(Saved entries)

++++

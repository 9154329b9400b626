"""Two columns of numbers from the text that an instrument or a spreadsheet wrote.

Separators, decimal commas, encodings and headers are recognized and reported; whatever cannot
be read is refused with its line. Lines are taken one at a time and a file is never held as a
list of them, so that memory stays near the size of its text.
"""

import codecs
import io
import math
from array import array
from dataclasses import dataclass, field
from itertools import islice
from typing import Literal, NamedTuple

import numpy as np

from solver.grid import Real
from solver.quantity import Contradiction

Strays = Literal["refuse", "skip"]

MOST_LINES = 2_000_000
LONGEST_LINE = 4096
"""Characters."""
LONGEST_HEADER = 1000
"""Lines."""
MOST_STRAYS = 10_000
"""Lines left out."""
_BLOCK_LINES = 32_768
_COMMENT = ("#", "!", "%", "//", "'", "*", "[")
_BLANKS = str.maketrans({'"': " ", "\N{MINUS SIGN}": "-", "\xa0": " ", "\u202f": " "})


class Unreadable(Contradiction):
    """A file that cannot be taken as it is.

    ``where`` is the option that would have it taken, empty when the file itself must change.
    """


class Style(NamedTuple):
    """How a line is divided into numbers; a separator None stands for blanks."""

    separator: str | None
    decimal: str
    paired: bool = False

    @property
    def title(self) -> str:
        """In words, for a remark."""
        names = {None: "blanks", "\t": "tabs", ";": "semicolons", ",": "commas"}
        return f"columns separated by {names[self.separator]}, decimal " + (
            "commas" if self.decimal == "," else "points"
        )

    def fields(self, line: str) -> list[str]:
        """The fields of a line, decimal commas made points."""
        fields = line.split(self.separator)
        if self.paired:
            if len(fields) % 2:
                return [line]
            return [f"{fields[i].strip()}.{fields[i + 1]}" for i in range(0, len(fields), 2)]
        return [text.replace(",", ".") for text in fields] if self.decimal == "," else fields


_STYLES = (
    Style(";", "."),
    Style(";", ","),
    Style("\t", "."),
    Style("\t", ","),
    Style(None, "."),
    Style(None, ","),
    Style(",", "."),
)
_PAIRED = Style(",", ",", paired=True)


@dataclass
class Columns:
    """Two columns as they stand in the file.

    x, y: shape (points,), float64; line: number of the line of each point, counted from 1.
    header: the lines before the first point, comments included. remarks: what was recognized
    and what was left out, in sentences.
    """

    x: Real
    y: Real
    line: np.ndarray
    header: list[str]
    style: Style
    remarks: list[str] = field(default_factory=list)


def _number(text: str) -> float:
    """The number a field holds; NaN for an empty one. ValueError for anything else."""
    text = text.strip()
    if "_" in text:
        raise ValueError(text)
    return float(text) if text else math.nan


def _pair(line: str, style: Style, column: int) -> tuple[float, float] | None:
    """The numbers of the first and of another column; None when the line holds none."""
    fields = style.fields(line)
    try:
        return float(fields[0]), _number(fields[column - 1])
    except (ValueError, IndexError):
        return None


def _is_comment(line: str) -> bool:
    return line.lstrip().startswith(_COMMENT)


def _says_something(line: str) -> bool:
    return bool(line.strip()) and not _is_comment(line)


def _shown(line: str) -> str:
    text = " ".join(line.split())
    return f"“{text if len(text) <= 40 else text[:39] + '…'}”"


def decoded(data: bytes, remarks: list[str]) -> io.TextIOWrapper:
    """Lines of a file in whatever encoding it has; raises Unreadable for what is no text."""
    encoding = "utf-8-sig"
    if data.startswith((codecs.BOM_UTF16_LE, codecs.BOM_UTF16_BE)):
        encoding = "utf-16"
    elif data[1:400:2].count(0) > 100 and not data[0:400:2].count(0):
        encoding = "utf-16-le"
    elif b"\0" in data[:65536]:
        raise Unreadable(
            "", "the file is not text: export the trace as CSV, one point a line, and import that"
        )
    try:
        codecs.decode(data, encoding)
    except UnicodeDecodeError as error:
        line = data.count(b"\n", 0, error.start) + 1
        encoding = "latin-1"
        remarks.append(f"not UTF-8 (first on line {line}): read as Latin-1")
    return io.TextIOWrapper(io.BytesIO(data), encoding=encoding, errors="replace", newline=None)


Lines = list[str]


class _Lines:
    """The lines of a file, block by block; ``taken`` tells the number of the last one."""

    def __init__(self, stream: io.TextIOWrapper) -> None:
        self._stream = stream
        self.taken = 0

    def take(self, count: int) -> Lines:
        """The next lines, none at the end; raises Unreadable for too many and too long ones."""
        block = list(islice(self._stream, count))
        first, self.taken = self.taken + 1, self.taken + len(block)
        if self.taken > MOST_LINES:
            raise Unreadable(
                "",
                f"the file has more than {MOST_LINES} lines: keep every tenth point, or the part "
                "around the source",
            )
        sizes = list(map(len, block))
        if sizes and max(sizes) > LONGEST_LINE:
            raise Unreadable(
                "",
                f"line {first + sizes.index(max(sizes))} is longer than {LONGEST_LINE} "
                "characters: put one point on each line, its wavelength or frequency first",
            )
        plain = all(map(str.isascii, block)) and not any('"' in line for line in block)
        return block if plain else [line.translate(_BLANKS) for line in block]


def _readable(lines: Lines, style: Style, column: int) -> list[int]:
    """Places in a sample of the lines that hold the two numbers."""
    return [
        place
        for place, line in enumerate(lines)
        if not _is_comment(line) and _pair(line, style, column) is not None
    ]


def _recognized(lines: Lines, column: int) -> tuple[Style | None, int]:
    """The style that reads most of the lines, and the place of the first it reads."""
    found = [(_readable(lines, style, column), style) for style in _STYLES]
    places, style = max(found, key=lambda item: len(item[0]))
    if not places:
        return None, 0
    if style == Style(",", "."):
        style = _without_points(lines, places, style)
    return style, places[0]


def _without_points(lines: Lines, places: list[int], style: Style) -> Style:
    """Decide whether commas separate numbers or stand in them, where no point is to be seen."""
    rows = [lines[place].strip().split(",") for place in places]
    whole = [row for row in rows if len(row) >= 3 and row[1].isdigit()]
    if any("." in text for row in rows for text in row) or 2 * len(whole) < len(rows):
        return style
    if all(len(row) == 4 and row[1].isdigit() and row[3].isdigit() for row in rows):
        return _PAIRED
    uneven = next((p for p, row in zip(places, rows, strict=True) if len(row) % 2), places[0])
    raise Unreadable(
        "",
        f"line {uneven + 1}, {_shown(lines[uneven])}, can be read in two ways, with commas "
        "between numbers or inside them: export with semicolons or tabs between the columns, or "
        "with decimal points",
    )


def read_columns(data: bytes | str, *, column: int = 2, strays: Strays = "refuse") -> Columns:
    """Read the first and one other column (counted from 1) of a text.

    Raises Unreadable, with line and remedy, for a file without two columns of numbers and for
    text among the numbers, which ``strays="skip"`` leaves out. Points whose second number is
    missing or NaN are left out; an infinite one is kept.
    """
    raw = data.encode() if isinstance(data, str) else data
    if not raw or raw.isspace():
        raise Unreadable("", "the file is empty: export the trace again and import that")
    remarks: list[str] = []
    lines = _Lines(decoded(raw, remarks))
    sample = lines.take(LONGEST_HEADER)
    style, first = _recognized(sample, column)
    if style is None:
        raise _no_columns(sample, column)
    remarks.insert(0, style.title)
    reader = _Reader(style, column, strays)
    reader.take(sample[first:], first + 1)
    while block := lines.take(_BLOCK_LINES):
        reader.take(block, lines.taken - len(block) + 1)
    remarks += reader.remarks()
    return Columns(
        np.frombuffer(reader.x, dtype=np.float64),
        np.frombuffer(reader.y, dtype=np.float64),
        np.frombuffer(reader.line, dtype=np.int64),
        [line.strip() for line in sample[:first] if line.strip()],
        style,
        remarks,
    )


class _Reader:
    """Collects points from blocks of lines, fast where all lines are alike."""

    def __init__(self, style: Style, column: int, strays: Strays) -> None:
        self.x, self.y, self.line = array("d"), array("d"), array("q")
        self._style, self._column, self._strays = style, column, strays
        self._left_out: dict[str, list[int]] = {"no level": [], "no numbers": []}

    def take(self, block: Lines, first: int) -> None:
        """Add the points of lines that begin with the number ``first``."""
        numbers = np.arange(first, first + len(block), dtype=np.int64)
        points = self._table(block)
        if points is None:
            held = [place for place, line in enumerate(block) if _says_something(line)]
            if len(held) < len(block):
                block, numbers = [block[place] for place in held], numbers[held]
                points = self._table(block)
        if points is None:
            for number, line in zip(numbers.tolist(), block, strict=True):
                self._take_line(number, line)
            return
        full = np.isfinite(points[:, 0]) & ~np.isnan(points[:, 1])
        self._left_out["no level"].extend(numbers[~full].tolist())
        for kept, values in ((self.x, points[full, 0]), (self.y, points[full, 1])):
            kept.frombytes(values.tobytes())
        self.line.frombytes(numbers[full].tobytes())

    def _table(self, block: Lines) -> Real | None:
        """The two columns, shape (lines, 2); None where not every line is a plain point."""
        if self._style.paired or not block or not block[0].strip():
            return None
        if self._style.decimal == ",":
            block = [line.replace(",", ".") for line in block]
        try:
            points = np.loadtxt(
                block,
                delimiter=self._style.separator,
                usecols=(0, self._column - 1),
                comments=None,
                ndmin=2,
            )
        except ValueError:
            return None
        return points if len(points) == len(block) else None

    def _add(self, number: int, here: float, level: float) -> None:
        if math.isnan(level) or not math.isfinite(here):
            self._left_out["no level"].append(number)
            return
        self.x.append(here)
        self.y.append(level)
        self.line.append(number)

    def _take_line(self, number: int, line: str) -> None:
        pair = _pair(line, self._style, self._column)
        if pair is not None:
            self._add(number, *pair)
            return
        if self._strays == "refuse":
            raise Unreadable(
                "strays",
                f"line {number}, {_shown(line)}, is not a point like those before it: mend it, "
                "begin it with #, or have such lines left out",
            )
        strays = self._left_out["no numbers"]
        strays.append(number)
        if len(strays) > MOST_STRAYS:
            raise Unreadable(
                "",
                f"more than {MOST_STRAYS} lines, from line {strays[0]} on, are no points: export "
                "the trace alone, without other tables",
            )

    def remarks(self) -> list[str]:
        """What was left out, and where it began."""
        return [
            f"{len(numbers)} {'line' if len(numbers) == 1 else 'lines'} with {what} left out, "
            f"{'line' if len(numbers) == 1 else 'the first line'} {numbers[0]}"
            for what, numbers in self._left_out.items()
            if numbers
        ]


def _no_columns(sample: Lines, column: int) -> Unreadable:
    """Why none of the lines is a point."""
    for number, line in enumerate(sample, 1):
        if _is_comment(line) or not line.strip():
            continue
        for style in _STYLES:
            if _pair(line, style, 1) is None:
                continue
            count = len([text for text in style.fields(line) if text.strip()])
            if count < column:
                what = "one number" if count == 1 else f"{count} numbers"
                remedy = (
                    "put its wavelength or frequency and its level on each line"
                    if count == 1
                    else f"use a column from 2 to {count}"
                )
                return Unreadable(
                    "" if count == 1 else "column",
                    f"line {number}, {_shown(line)}, holds {what} where {column} are needed: "
                    f"{remedy}",
                )
    number, line = next(((n, t) for n, t in enumerate(sample, 1) if t.strip()), (0, ""))
    if not number:
        return Unreadable("", f"the file is empty, or its first {LONGEST_HEADER} lines are")
    return Unreadable(
        "",
        f"none of the first {len(sample)} lines holds two numbers (line {number} is "
        f"{_shown(line)}): export the trace as CSV, one point a line",
    )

++++

Write out exactly the lines above from the line with "self.taken = 0" through the line with "if self.taken >", both of them included, and leave out all other lines.

        self.taken = 0

    def take(self, count: int) -> Lines:
        """The next lines, none at the end; raises Unreadable for too many and too long ones."""
        block = list(islice(self._stream, count))
        first, self.taken = self.taken + 1, self.taken + len(block)
        if self.taken > MOST_LINES:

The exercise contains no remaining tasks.